**Exercise instructions**:
Which lines of the data hold the word "changes"? Copy all of them.
.....
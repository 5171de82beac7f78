"""Spending functions at their edges; their values stand in tests/published and tests/precise."""

from __future__ import annotations

import pytest

from app.model.plan import Efficacy, Futility, Harm
from app.sequential.spending import (
    SMALLEST_SPEND,
    SPENDING_NAMES,
    harm_spending,
    spending_function,
    type_two_spending,
)
from tests.sequential_plans import efficacy_named


@pytest.mark.parametrize("name", SPENDING_NAMES)
@pytest.mark.parametrize("alpha", [1e-4, 0.025, 0.1, 0.2])
def test_nothing_is_spent_at_the_start_and_exactly_alpha_from_full_information_on(
    name: str, alpha: float
) -> None:
    spending = spending_function(efficacy_named(name, alpha), alpha)
    assert spending(0.0) == 0.0
    assert spending(1.0) == alpha
    assert spending(1.2) == alpha


@pytest.mark.parametrize("name", SPENDING_NAMES)
def test_spending_never_falls(name: str) -> None:
    spending = spending_function(efficacy_named(name, 0.025), 0.025)
    spent = [spending(percent / 100) for percent in range(101)]
    assert spent == sorted(spent)


def test_a_spend_that_no_double_can_hold_is_zero() -> None:
    spending = spending_function(Efficacy("O'Brien-Fleming-type"), 0.025)
    assert spending(0.0034) == 0.0
    assert spending(0.004) > SMALLEST_SPEND


def test_an_unknown_name_is_a_bug_in_the_caller() -> None:
    with pytest.raises(ValueError, match="spending must be one of"):
        spending_function(Efficacy("Pocock"), 0.025)


@pytest.mark.parametrize("alpha", [0.0, -0.1, 0.5, float("nan")])
def test_an_alpha_outside_its_domain_is_a_bug_in_the_caller(alpha: float) -> None:
    with pytest.raises(ValueError, match="alpha_one_side must lie in"):
        spending_function(Efficacy("Pocock-type"), alpha)


@pytest.mark.parametrize("parameter", [-2000.0, -1e-14, 0.0, 1e-14, 1e-320, 2000.0])
def test_hwang_shih_decani_holds_at_every_parameter(parameter: float) -> None:
    spending = spending_function(Efficacy("Hwang-Shih-DeCani", parameter=parameter), 0.025)
    spent = [spending(percent / 100) for percent in range(101)]
    assert spent == sorted(spent)
    assert spent[-1] == 0.025
    if abs(parameter) < 1.0:
        assert spent[50] == pytest.approx(0.0125, rel=1e-12)  # nearly linear


def test_a_table_is_read_along_straight_lines_from_nothing() -> None:
    points = ((0.4, 0.004), (0.8, 0.004), (1.0, 0.025))
    spending = spending_function(Efficacy("table", points=points), 0.025)
    spent = [spending(fraction) for fraction in (0.2, 0.4, 0.6, 0.8, 0.9, 1.0)]
    assert spent == pytest.approx([0.002, 0.004, 0.004, 0.004, 0.0145, 0.025], rel=1e-12)


@pytest.mark.parametrize("name", ["power", "Hwang-Shih-DeCani", "table"])
def test_a_function_without_its_key_is_a_bug_in_the_caller(name: str) -> None:
    with pytest.raises(ValueError, match="with the key it needs"):
        spending_function(Efficacy(name), 0.025)


def test_futility_spends_one_minus_the_power() -> None:
    spending = type_two_spending(Futility("power", exponent=2.0), 0.9)
    assert spending(0.5) == pytest.approx(0.025, rel=1e-12)
    assert spending(1.0) == pytest.approx(0.1, rel=1e-15)


@pytest.mark.parametrize(
    ("futility", "power"), [(Futility(rule="hazard ratio", limit=1.0), 0.9), (Futility("Pocock-type"), 1.0)]
)
def test_futility_without_spending_or_power_is_a_bug_in_the_caller(futility: Futility, power: float) -> None:
    with pytest.raises(ValueError, match="futility needs spending and a power"):
        type_two_spending(futility, power)


def test_harm_spends_its_own_alpha() -> None:
    assert harm_spending(Harm("Pocock-type", 0.05))(1.0) == 0.05
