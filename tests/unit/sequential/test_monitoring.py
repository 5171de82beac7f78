"""Carrying on: what counts as spent, safety looks at a price, and alpha spent by the calendar."""

from __future__ import annotations

from dataclasses import replace

import pytest

from app.model.boundary import Bound, LookAsUsed
from app.model.plan import Efficacy
from app.model.values import Absent
from app.sequential.boundary import EfficacyRule, LookAhead, bounds_ahead, next_bound
from app.sequential.density import crossing_probabilities
from app.sequential.spending import spending_function

RULE = EfficacyRule(spending_function(Efficacy("O'Brien-Fleming-type"), 0.025), 1, 1)
BY_CROSSING = replace(RULE, carry_on="crossing")


def look(number: int, events: int, kind: str = "planned", **more: object) -> LookAhead:
    return LookAhead(number, kind, float(events), events / 400, events, events / 4.0, **more)  # type: ignore[arg-type]


def used(bound: Bound, kind: str = "planned", **changes: object) -> LookAsUsed:
    recorded = LookAsUsed(
        bound.number, kind, float(bound.events), bound.events, bound.information_fraction, 1.0,  # type: ignore[arg-type]
        bound.efficacy_z, bound.alpha_spent, bound.final, alpha_spent_here=bound.alpha_spent_here,
    )  # fmt: skip
    return replace(recorded, **changes)  # type: ignore[arg-type]


FIRST = next_bound(RULE, (), look(1, 140))
CHARTER = used(FIRST, efficacy_z=3.61, alpha_spent=0.0002)  # a bound and a spend as a charter rounds them


def test_nominally_the_alpha_recorded_counts_as_spent() -> None:
    bound = next_bound(RULE, [CHARTER], look(2, 280))
    assert bound.alpha_spent_here == RULE.spending(0.7) - 0.0002


def test_by_crossing_the_bounds_as_used_count_with_their_own_probability() -> None:
    bound = next_bound(BY_CROSSING, [CHARTER], look(2, 280))
    crossing = crossing_probabilities([140.0], [RULE.region(3.61)]).upper[0]
    assert bound.alpha_spent_here == pytest.approx(RULE.spending(0.7) - crossing, rel=1e-12)
    assert bound.alpha_spent == RULE.spending(0.7)


def test_by_crossing_rounded_bounds_add_up_to_alpha_again() -> None:
    """The last bound is that of a trial whose charter rounded the first two."""
    second = used(next_bound(RULE, [CHARTER], look(2, 280)), efficacy_z=2.44)
    last = next_bound(BY_CROSSING, [CHARTER, second], look(3, 400))
    assert isinstance(last.efficacy_z, float)
    regions = [RULE.region(z) for z in (3.61, 2.44, last.efficacy_z)]
    assert crossing_probabilities([140.0, 280.0, 400.0], regions).upper.sum() == pytest.approx(
        0.025, abs=1e-13
    )


def test_both_rules_agree_where_bounds_were_used_as_solved() -> None:
    nominal = next_bound(RULE, [used(FIRST)], look(2, 280))
    crossing = next_bound(BY_CROSSING, [used(FIRST)], look(2, 280))
    assert crossing.efficacy_z == pytest.approx(nominal.efficacy_z, abs=1e-12)


def test_a_safety_look_costs_the_alpha_that_the_plan_states() -> None:
    priced = replace(RULE, safety_spend=0.0001)
    safety = next_bound(priced, [used(FIRST)], look(2, 200, kind="safety"))
    assert isinstance(safety.efficacy_z, Absent)
    assert "the alpha that the plan states" in safety.efficacy_z.reason
    assert safety.alpha_spent == FIRST.alpha_spent + 0.0001
    assert safety.alpha_spent_here == 0.0001
    after = next_bound(priced, [used(FIRST), used(safety, kind="safety")], look(3, 280))
    assert after.alpha_spent_here == pytest.approx(RULE.spending(0.7) - safety.alpha_spent, rel=1e-12)


@pytest.mark.parametrize("rule", [RULE, BY_CROSSING])
def test_the_price_of_a_safety_look_is_gone_under_both_rules(rule: EfficacyRule) -> None:
    priced = replace(rule, safety_spend=0.001)
    safety = used(next_bound(priced, [used(FIRST)], look(2, 200, kind="safety")), kind="safety")
    last = next_bound(priced, [used(FIRST), safety], look(3, 400))
    assert isinstance(last.efficacy_z, float)
    regions = [RULE.region(FIRST.efficacy_z), RULE.region(last.efficacy_z)]
    assert crossing_probabilities([140.0, 400.0], regions).upper.sum() == pytest.approx(0.024, abs=1e-12)


def test_a_safety_look_never_costs_more_than_is_left() -> None:
    spent = used(FIRST, alpha_spent=0.0249)
    safety = next_bound(replace(RULE, safety_spend=0.001), [spent], look(2, 200, kind="safety"))
    assert safety.alpha_spent == pytest.approx(0.025, abs=1e-15)


def test_by_the_calendar_alpha_goes_by_time_and_correlations_by_information() -> None:
    by_time = bounds_ahead(RULE, (), [look(1, 140, clock=0.5), look(2, 280, clock=0.6)])
    assert [bound.alpha_spent for bound in by_time] == [RULE.spending(0.5), RULE.spending(0.6)]
    assert [bound.information_fraction for bound in by_time] == [0.35, 0.7]
    by_events = bounds_ahead(RULE, (), [look(1, 200), look(2, 240)])
    assert by_time[0].efficacy_z == pytest.approx(by_events[0].efficacy_z, abs=1e-12)
    assert by_time[1].efficacy_z != pytest.approx(by_events[1].efficacy_z, abs=1e-3)


def test_the_planned_end_is_final_whatever_the_events() -> None:
    assert look(3, 350, clock=1.0).final
    assert not look(3, 350, clock=0.99).final
    assert not look(3, 350, "safety", clock=1.2).final
    last = next_bound(RULE, [used(FIRST)], look(3, 350, clock=1.0))
    assert last.alpha_spent == 0.025


def test_the_price_of_nothing_new_is_still_the_price() -> None:
    """A safety look at an event count that fell spends its stated alpha all the same."""
    safety = next_bound(replace(RULE, safety_spend=0.0001), [used(FIRST)], look(2, 130, kind="safety"))
    assert safety.alpha_spent_here == 0.0001


def test_a_safety_look_costs_what_it_says_whatever_a_charter_recorded_before_it() -> None:
    """Spent by crossing: neither what was recorded of a rounded bound nor its difference is the price."""
    charter = used(FIRST, efficacy_z=2.9, alpha_spent=0.0001)
    safety = used(next_bound(BY_CROSSING, [charter], look(2, 200, kind="safety")), kind="safety")
    with_it = next_bound(BY_CROSSING, [charter, safety], look(3, 280))
    without = next_bound(BY_CROSSING, [charter], look(3, 280))
    assert with_it.efficacy_z == pytest.approx(without.efficacy_z, abs=1e-12)
    priced = replace(BY_CROSSING, safety_spend=0.001)
    paid = used(next_bound(priced, [charter], look(2, 200, kind="safety")), kind="safety")
    assert paid.alpha_spent_here == 0.001
    dearer = next_bound(priced, [charter, paid], look(3, 280))
    assert dearer.alpha_spent_here == pytest.approx(without.alpha_spent_here - 0.001, abs=1e-12)


@pytest.mark.parametrize("rule", [RULE, BY_CROSSING])
def test_what_rounding_leaves_of_alpha_is_not_spent(rule: EfficacyRule) -> None:
    """A second final look, after one that spent all: no bound from a spend of 1e-17."""
    last = used(next_bound(rule, [used(FIRST)], look(2, 300, kind="final")), kind="final")
    again = next_bound(rule, [used(FIRST), last], look(3, 400, kind="final"))
    assert isinstance(again.efficacy_z, Absent)
    assert "already spent" in again.efficacy_z.reason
.....
**Task answer**:
def used(bound: Bound, kind: str = "planned", **changes: object) -> LookAsUsed:
    return replace(recorded, **changes)  # type: ignore[arg-type]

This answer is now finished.